— TASK TO CARRY OUT —
Wherever a line in the data holds the word "semi", pull that line out.

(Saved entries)
***

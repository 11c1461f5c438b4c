package mip

import (
	"context"
	"fmt"
	"math"
	"os"
	"os/exec"
	"path/filepath"
	"strings"
	"testing"
	"time"
)

// smallLP is a two-column LP whose optimum is computed by hand:
//
//	minimize x + y  subject to  x + 2y ≥ 4,  3x + y ≥ 6,  y ≥ 0, x free.
//
// Along x + 2y = 4 the objective is 4 − y and 3x + y ≥ 6 allows y ≤ 1.2;
// along 3x + y = 6 it is 6 − 2x and x + 2y ≥ 4 allows x ≤ 1.6; both meet
// at (1.6, 1.2), so the minimum is 2.8. Every "infinite" value below (an
// upper bound of 1e30 on y, a lower bound of -1e30 on x, a range of 1e30
// on the L row row_c, a right-hand side of 1e30 on row_d) leaves that
// optimum unchanged when read as infinite. rangesG adds lines to the
// RANGES section.
func smallLP(rangesG string) string {
	return `NAME small
ROWS
 N cost
 G row_a
 G row_b
 L row_c
 L row_d
COLUMNS
 col_x cost 1 row_a 1
 col_x row_b 3 row_c 1
 col_x row_d 1
 col_y cost 1 row_a 2
 col_y row_b 1 row_c -1
 col_y row_d 1
RHS
 rhs row_a 4 row_b 6
 rhs row_c 5 row_d 1e30
RANGES
 rng row_c 1e30
` + rangesG + `BOUNDS
 UP bnd col_y 1e30
 LO bnd col_x -1e30
ENDATA
`
}

func solveText(t *testing.T, text string) (*Problem, *Result) {
	t.Helper()
	p, err := ReadMPS(strings.NewReader(text))
	if err != nil {
		t.Fatal(err)
	}
	res, err := Solve(context.Background(), p, Options{})
	if err != nil {
		t.Fatal(err)
	}
	return p, res
}

// TestMPSInfiniteValues: bounds, right-hand sides and ranges of 1e30 are
// infinite, so the hand-computed optimum 2.8 of smallLP stands; CBC (an
// independent solver) gives 2.8 on the same file when it is on PATH.
func TestMPSInfiniteValues(t *testing.T) {
	text := smallLP("")
	p, res := solveText(t, text)
	if res.Status != Optimal || math.Abs(res.Obj-2.8) > 1e-9 {
		t.Fatalf("status %v objective %v, want optimal 2.8 (hand computation)", res.Status, res.Obj)
	}
	q := &p.LP
	if !math.IsInf(q.ColUp[1], 1) || !math.IsInf(q.ColLo[0], -1) || !math.IsInf(q.RowLo[2], -1) || !math.IsInf(q.RowUp[3], 1) {
		t.Errorf("1e30 values not read as infinite: cols [%v,%v] [%v,%v], rows %v %v", q.ColLo[0], q.ColUp[0], q.ColLo[1], q.ColUp[1], q.RowLo, q.RowUp)
	}
	// A range of 1e30 on a G row gives [rhs, +∞) by the MPS definition of
	// ranges (GLPK reference manual, appendix "MPS format"): the same
	// optimum. (CBC 2.10.8 drops such a row and reports 2, as the
	// measured-figures section of the README notes.)
	if _, res := solveText(t, smallLP(" rng row_a 1e30\n")); res.Status != Optimal || math.Abs(res.Obj-2.8) > 1e-9 {
		t.Errorf("with a 1e30 range on a G row: status %v objective %v, want optimal 2.8", res.Status, res.Obj)
	}
	// 1e20 is the threshold: the same model written with 1e20 reads alike.
	if _, res := solveText(t, strings.ReplaceAll(text, "1e30", "1e20")); res.Status != Optimal || math.Abs(res.Obj-2.8) > 1e-9 {
		t.Errorf("with 1e20: status %v objective %v, want optimal 2.8", res.Status, res.Obj)
	}
	if _, err := exec.LookPath("cbc"); err != nil {
		t.Log("cbc not on PATH: the cross-check with CBC is skipped")
		return
	}
	file := filepath.Join(t.TempDir(), "small.mps")
	if err := os.WriteFile(file, []byte(text), 0o644); err != nil {
		t.Fatal(err)
	}
	if r := runCBC(t, file, time.Minute); r.status != "optimal" || !sameObj(r.obj, 2.8) {
		t.Errorf("CBC: %s %v, want optimal 2.8", r.status, r.obj)
	}
}

// TestMPSMaximizeUnbounded: maximize x subject to x ≥ 1 with x ≤ 1e30 is
// unbounded (hand reasoning: 1e30 is no bound).
func TestMPSMaximizeUnbounded(t *testing.T) {
	p, res := solveText(t, `NAME unb
OBJSENSE MAX
ROWS
 N obj
 G row_a
COLUMNS
 col_x obj 1 row_a 1
RHS
 rhs row_a 1
BOUNDS
 UP bnd col_x 1e30
ENDATA
`)
	if res.Status != Unbounded {
		t.Errorf("status %v, want unbounded", res.Status)
	}
	if !p.Maximize {
		t.Error("Maximize not set for OBJSENSE MAX")
	}
}

// TestMPSMaximizeSense: maximize x + 2y subject to x + y ≤ 4, x ≤ 3,
// y ≤ 1: the maximum is 3 + 2 = 5 (hand computation: y at its bound 1
// and x = 3). Problem.Sense turns the minimization result back.
func TestMPSMaximizeSense(t *testing.T) {
	p, res := solveText(t, `NAME maxt
OBJSENSE
    MAX
ROWS
 N obj
 L c1
COLUMNS
 col_x obj 1 c1 1
 col_y obj 2 c1 1
RHS
 rhs c1 4
BOUNDS
 UP bnd col_x 3
 UP bnd col_y 1
ENDATA
`)
	if res.Status != Optimal || p.Sense(res.Obj) != 5 || p.Sense(res.Bound) != 5 {
		t.Errorf("status %v objective %v bound %v in the file's sense, want optimal 5", res.Status, p.Sense(res.Obj), p.Sense(res.Bound))
	}
}

// publicFile reads one file of ../shared/data/mps-public, skipping the
// test when the folder is absent.
func publicFile(t testing.TB, name string) string {
	t.Helper()
	b, err := os.ReadFile(filepath.Join(dataDir(t, "mps-public"), name))
	if err != nil {
		t.Fatalf("%s: %v", name, err)
	}
	return string(b)
}

// withBounds returns the MPS text with a BOUNDS line "typ BND col value"
// for every column added before ENDATA (in a BOUNDS section of its own
// when the file has none).
func withBounds(t *testing.T, text, typ, value string) string {
	t.Helper()
	p, err := ReadMPS(strings.NewReader(text))
	if err != nil {
		t.Fatal(err)
	}
	var b strings.Builder
	if !strings.Contains(text, "\nBOUNDS") {
		b.WriteString("BOUNDS\n")
	}
	for _, c := range p.ColNames {
		fmt.Fprintf(&b, " %s BND %s %s\n", typ, c, value)
	}
	k := strings.LastIndex(text, "ENDATA")
	return text[:k] + b.String() + text[k:]
}

// TestMPSPublicWithInfiniteBounds: netlib afiro with an upper bound of
// 1e30 on every column keeps its published optimum -464.7531429, adlittle
// with 1e20 on every column keeps 225494.9632 (netlib optima, as listed in
// the folder's README).
func TestMPSPublicWithInfiniteBounds(t *testing.T) {
	for _, c := range []struct {
		file, value string
		want        float64
	}{
		{"afiro.mps", "1e30", -464.7531429},
		{"adlittle.mps", "1e20", 225494.9632},
	} {
		text := withBounds(t, publicFile(t, c.file), "UP", c.value)
		_, res := solveText(t, text)
		if res.Status != Optimal || math.Abs(res.Obj-c.want) > 1e-6*math.Abs(c.want) {
			t.Errorf("%s with UP %s on every column: status %v objective %v, want optimal %v", c.file, c.value, res.Status, res.Obj, c.want)
		}
	}
}

// TestSolveNormalizesBounds: a problem built in code with 1e30 for "no
// bound" solves like one with math.Inf (Solve reads |bound| ≥ 1e20 as
// infinite).
func TestSolveNormalizesBounds(t *testing.T) {
	p, err := ReadMPS(strings.NewReader(smallLP("")))
	if err != nil {
		t.Fatal(err)
	}
	q := &p.LP
	for j := range q.ColUp {
		if math.IsInf(q.ColUp[j], 1) {
			q.ColUp[j] = 1e30
		}
		if math.IsInf(q.ColLo[j], -1) {
			q.ColLo[j] = -1e25
		}
	}
	for i := range q.RowUp {
		if math.IsInf(q.RowUp[i], 1) {
			q.RowUp[i] = 1e20
		}
		if math.IsInf(q.RowLo[i], -1) {
			q.RowLo[i] = -1e30
		}
	}
	res, err := Solve(context.Background(), p, Options{})
	if err != nil {
		t.Fatal(err)
	}
	if res.Status != Optimal || math.Abs(res.Obj-2.8) > 1e-9 {
		t.Errorf("status %v objective %v, want optimal 2.8", res.Status, res.Obj)
	}
	if q.ColUp[1] != 1e30 {
		t.Error("Solve changed the caller's problem")
	}
}

// TestMPSLexical: a UTF-8 byte-order mark, text after ENDATA and '$'
// comments leave the problem as without them.
func TestMPSLexical(t *testing.T) {
	plain := smallLP("")
	want, err := ReadMPS(strings.NewReader(plain))
	if err != nil {
		t.Fatal(err)
	}
	variants := map[string]string{
		"bom":           "\uFEFF" + plain,
		"after ENDATA":  plain + "IMPORTANCES\n col_x 3\nanything at all\n",
		"$ comments":    strings.Replace(strings.Replace(plain, " col_x row_d 1\n", " col_x row_d 1 $ a comment\n", 1), "ROWS\n", "ROWS $ rows follow\n$ a whole-line comment\n", 1),
		"inf spelled":   strings.Replace(plain, "UP bnd col_y 1e30", "UP bnd col_y Infinity", 1),
		"-inf spelled":  strings.Replace(plain, "LO bnd col_x -1e30", "LO bnd col_x -inf", 1),
		"exponent form": strings.Replace(plain, "rhs row_a 4 row_b 6", "rhs row_a 4.0E+00 row_b .6e1", 1),
	}
	for name, text := range variants {
		got, err := ReadMPS(strings.NewReader(text))
		if err != nil {
			t.Errorf("%s: %v", name, err)
			continue
		}
		if fmt.Sprint(got) != fmt.Sprint(want) {
			t.Errorf("%s: read %v, want %v", name, got, want)
		}
	}
}

// TestMPSRefusals: features this engine does not solve are named, values
// out of the stated ranges and non-MPS numbers are refused with the row or
// column named.
func TestMPSRefusals(t *testing.T) {
	base := "NAME t\nROWS\n N obj\n L r1\nCOLUMNS\n col_x obj 1 r1 1\nRHS\n rhs r1 4\n"
	cases := []struct{ name, text, want string }{
		{"SC", base + "BOUNDS\n SC bnd col_x 3\nENDATA\n", "semi-continuous bounds are not supported"},
		{"SI", base + "BOUNDS\n SI bnd col_x 3\nENDATA\n", "semi-integer bounds are not supported"},
		{"QUADOBJ", base + "QUADOBJ\n col_x col_x 1\nENDATA\n", "QUADOBJ: quadratic objectives and constraints are not supported"},
		{"QMATRIX", base + "QMATRIX\n col_x col_x 1\nENDATA\n", "QMATRIX: quadratic"},
		{"QSECTION", base + "QSECTION obj\nENDATA\n", "QSECTION: quadratic"},
		{"QCMATRIX", base + "QCMATRIX r1\nENDATA\n", "QCMATRIX: quadratic"},
		{"SOS", base + "SOS\n S1 SOS s1 1\nENDATA\n", "special ordered sets are not supported"},
		{"huge coefficient", strings.Replace(base, "r1 1\n", "r1 1e300\n", 1) + "ENDATA\n", `coefficient of column "col_x" in row "r1" is 1e300`},
		{"1e16 coefficient", strings.Replace(base, "r1 1\n", "r1 1e16\n", 1) + "ENDATA\n", `coefficient of column "col_x" in row "r1" is 1e16`},
		{"tiny coefficient", strings.Replace(base, "r1 1\n", "r1 1e-20\n", 1) + "ENDATA\n", `coefficient of column "col_x" in row "r1" is 1e-20`},
		{"huge cost", strings.Replace(base, "obj 1", "obj 1e300", 1) + "ENDATA\n", `coefficient of column "col_x" in row "obj" is 1e300`},
		{"infinite coefficient", strings.Replace(base, "r1 1\n", "r1 inf\n", 1) + "ENDATA\n", `coefficient of column "col_x" in row "r1" is inf`},
		{"1e16 bound", base + "BOUNDS\n UP bnd col_x 1e16\nENDATA\n", `UP bound of column "col_x" is 1e16: finite values must be at most 1e+15`},
		{"1e16 rhs", strings.Replace(base, "rhs r1 4", "rhs r1 1e16", 1) + "ENDATA\n", `RHS value for row "r1" is 1e16`},
		{"LO 1e30", base + "BOUNDS\n LO bnd col_x 1e30\nENDATA\n", `lower bound of +∞`},
		{"E row 1e30", strings.Replace(base, " L r1", " E r1", 1) + "RHS\n rhs r1 1e30\nENDATA\n", `row "r1" (type E)`},
		{"digit separator", strings.Replace(base, "rhs r1 4", "rhs r1 1_0", 1) + "ENDATA\n", `"1_0" is not a number`},
		{"hexadecimal", strings.Replace(base, "rhs r1 4", "rhs r1 0x1p-2", 1) + "ENDATA\n", `"0x1p-2" is not a number`},
		{"NaN", strings.Replace(base, "rhs r1 4", "rhs r1 NaN", 1) + "ENDATA\n", `"NaN" is not a number`},
		{"bare exponent", strings.Replace(base, "rhs r1 4", "rhs r1 1e", 1) + "ENDATA\n", `"1e" is not a number`},
		{"lone point", strings.Replace(base, "rhs r1 4", "rhs r1 .", 1) + "ENDATA\n", `"." is not a number`},
	}
	for _, c := range cases {
		t.Run(c.name, func(t *testing.T) {
			_, err := ReadMPS(strings.NewReader(c.text))
			if err == nil || !strings.Contains(err.Error(), c.want) {
				t.Errorf("err = %v, want it to contain %q", err, c.want)
			}
		})
	}
}

func TestParseMPSNumber(t *testing.T) {
	good := map[string]float64{"1": 1, "-2.5": -2.5, "+.5": 0.5, "5.": 5, "1e3": 1000, "1E+30": 1e30, "-7e-2": -0.07,
		"inf": math.Inf(1), "-Infinity": math.Inf(-1), "+INF": math.Inf(1), "1e999": math.Inf(1)}
	for s, want := range good {
		if v, ok := parseMPSNumber(s); !ok || v != want {
			t.Errorf("parseMPSNumber(%q) = %v, %v; want %v", s, v, ok, want)
		}
	}
	for _, s := range []string{"", "+", "-", ".", "e5", "1e", "1e+", "1_0", "0x10", "0x1p-2", "nan", "1.2.3", "1,5", "infin", "1d3", "--1"} {
		if v, ok := parseMPSNumber(s); ok {
			t.Errorf("parseMPSNumber(%q) = %v, want refused", s, v)
		}
	}
}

***

— SOLUTION TO THIS PROBLEM —
		{"SC", base + "BOUNDS\n SC bnd col_x 3\nENDATA\n", "semi-continuous bounds are not supported"},
		{"SI", base + "BOUNDS\n SI bnd col_x 3\nENDATA\n", "semi-integer bounds are not supported"},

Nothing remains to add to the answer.